### DATA RECORDS:

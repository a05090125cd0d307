/** What the player does; each has one key and its words, shown in the player and in the keys sheet. */
export type PlayerAction = "play" | "frameBack" | "frameOn" | "secondBack" | "secondOn" | "first" | "last" | "in" | "out" | "note" | "keys";

export interface PlayerKey {
  action: PlayerAction;
  /** The key as written on the sheet. */
  keys: string;
  /** The value of aria-keyshortcuts (WAI-ARIA 1.2, aria-keyshortcuts). */
  aria: string;
  does: string;
  matches: (e: Pick<KeyboardEvent, "key" | "shiftKey" | "altKey" | "ctrlKey" | "metaKey">) => boolean;
}

const plain = (key: string) => (e: Parameters<PlayerKey["matches"]>[0]) => !e.altKey && !e.ctrlKey && !e.metaKey && e.key.toLowerCase() === key.toLowerCase();
const shifted = (key: string, shift: boolean) => (e: Parameters<PlayerKey["matches"]>[0]) => plain(key)(e) && e.shiftKey === shift;

// In and out take the first letters of the trade's own words; the rest are the arrows and the keys
// web pages use for playing and for help.
export const playerKeys: PlayerKey[] = [
  { action: "play", keys: "Space", aria: "Space", does: "Play or stop", matches: plain(" ") },
  { action: "frameBack", keys: "←", aria: "ArrowLeft", does: "One frame back", matches: shifted("ArrowLeft", false) },
  { action: "frameOn", keys: "→", aria: "ArrowRight", does: "One frame on", matches: shifted("ArrowRight", false) },
  { action: "secondBack", keys: "Shift + ←", aria: "Shift+ArrowLeft", does: "One second back", matches: shifted("ArrowLeft", true) },
  { action: "secondOn", keys: "Shift + →", aria: "Shift+ArrowRight", does: "One second on", matches: shifted("ArrowRight", true) },
  { action: "first", keys: "Home", aria: "Home", does: "First frame", matches: plain("Home") },
  { action: "last", keys: "End", aria: "End", does: "Last frame", matches: plain("End") },
  { action: "in", keys: "I", aria: "I", does: "In at this frame", matches: plain("i") },
  { action: "out", keys: "O", aria: "O", does: "Out at this frame (the first frame after the moment)", matches: plain("o") },
  { action: "note", keys: "N", aria: "N", does: "Write the mark's note; Enter saves the mark", matches: plain("n") },
  { action: "keys", keys: "?", aria: "?", does: "Show these keys", matches: (e) => e.key === "?" },
];

export const keyOf = (action: PlayerAction) => playerKeys.find((k) => k.action === action)!;

/** Typing places where a letter is text, not a command. */
export function isTyping(target: EventTarget | null): boolean {
  if (!(target instanceof HTMLElement)) return false;
  if (target.isContentEditable || target instanceof HTMLTextAreaElement || target instanceof HTMLSelectElement) return true;
  return target instanceof HTMLInputElement && !["range", "button", "checkbox", "radio"].includes(target.type);
}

### ASSIGNED TASK:
What is needed is a word-for-word copy of all the records above.

### SOLUTION BELOW:
repository a05090125cd0d307
/** What the player does; each has one key and its words, shown in the player and in the keys sheet. */
export type PlayerAction = "play" | "frameBack" | "frameOn" | "secondBack" | "secondOn" | "first" | "last" | "in" | "out" | "note" | "keys";

export interface PlayerKey {
  action: PlayerAction;
  /** The key as written on the sheet. */
  keys: string;
  /** The value of aria-keyshortcuts (WAI-ARIA 1.2, aria-keyshortcuts). */
  aria: string;
  does: string;
  matches: (e: Pick<KeyboardEvent, "key" | "shiftKey" | "altKey" | "ctrlKey" | "metaKey">) => boolean;
}

const plain = (key: string) => (e: Parameters<PlayerKey["matches"]>[0]) => !e.altKey && !e.ctrlKey && !e.metaKey && e.key.toLowerCase() === key.toLowerCase();
const shifted = (key: string, shift: boolean) => (e: Parameters<PlayerKey["matches"]>[0]) => plain(key)(e) && e.shiftKey === shift;

// In and out take the first letters of the trade's own words; the rest are the arrows and the keys
// web pages use for playing and for help.
export const playerKeys: PlayerKey[] = [
  { action: "play", keys: "Space", aria: "Space", does: "Play or stop", matches: plain(" ") },
  { action: "frameBack", keys: "←", aria: "ArrowLeft", does: "One frame back", matches: shifted("ArrowLeft", false) },
  { action: "frameOn", keys: "→", aria: "ArrowRight", does: "One frame on", matches: shifted("ArrowRight", false) },
  { action: "secondBack", keys: "Shift + ←", aria: "Shift+ArrowLeft", does: "One second back", matches: shifted("ArrowLeft", true) },
  { action: "secondOn", keys: "Shift + →", aria: "Shift+ArrowRight", does: "One second on", matches: shifted("ArrowRight", true) },
  { action: "first", keys: "Home", aria: "Home", does: "First frame", matches: plain("Home") },
  { action: "last", keys: "End", aria: "End", does: "Last frame", matches: plain("End") },
  { action: "in", keys: "I", aria: "I", does: "In at this frame", matches: plain("i") },
  { action: "out", keys: "O", aria: "O", does: "Out at this frame (the first frame after the moment)", matches: plain("o") },
  { action: "note", keys: "N", aria: "N", does: "Write the mark's note; Enter saves the mark", matches: plain("n") },
  { action: "keys", keys: "?", aria: "?", does: "Show these keys", matches: (e) => e.key === "?" },
];

export const keyOf = (action: PlayerAction) => playerKeys.find((k) => k.action === action)!;

/** Typing places where a letter is text, not a command. */
export function isTyping(target: EventTarget | null): boolean {
  if (!(target instanceof HTMLElement)) return false;
  if (target.isContentEditable || target instanceof HTMLTextAreaElement || target instanceof HTMLSelectElement) return true;
  return target instanceof HTMLInputElement && !["range", "button", "checkbox", "radio"].includes(target.type);
}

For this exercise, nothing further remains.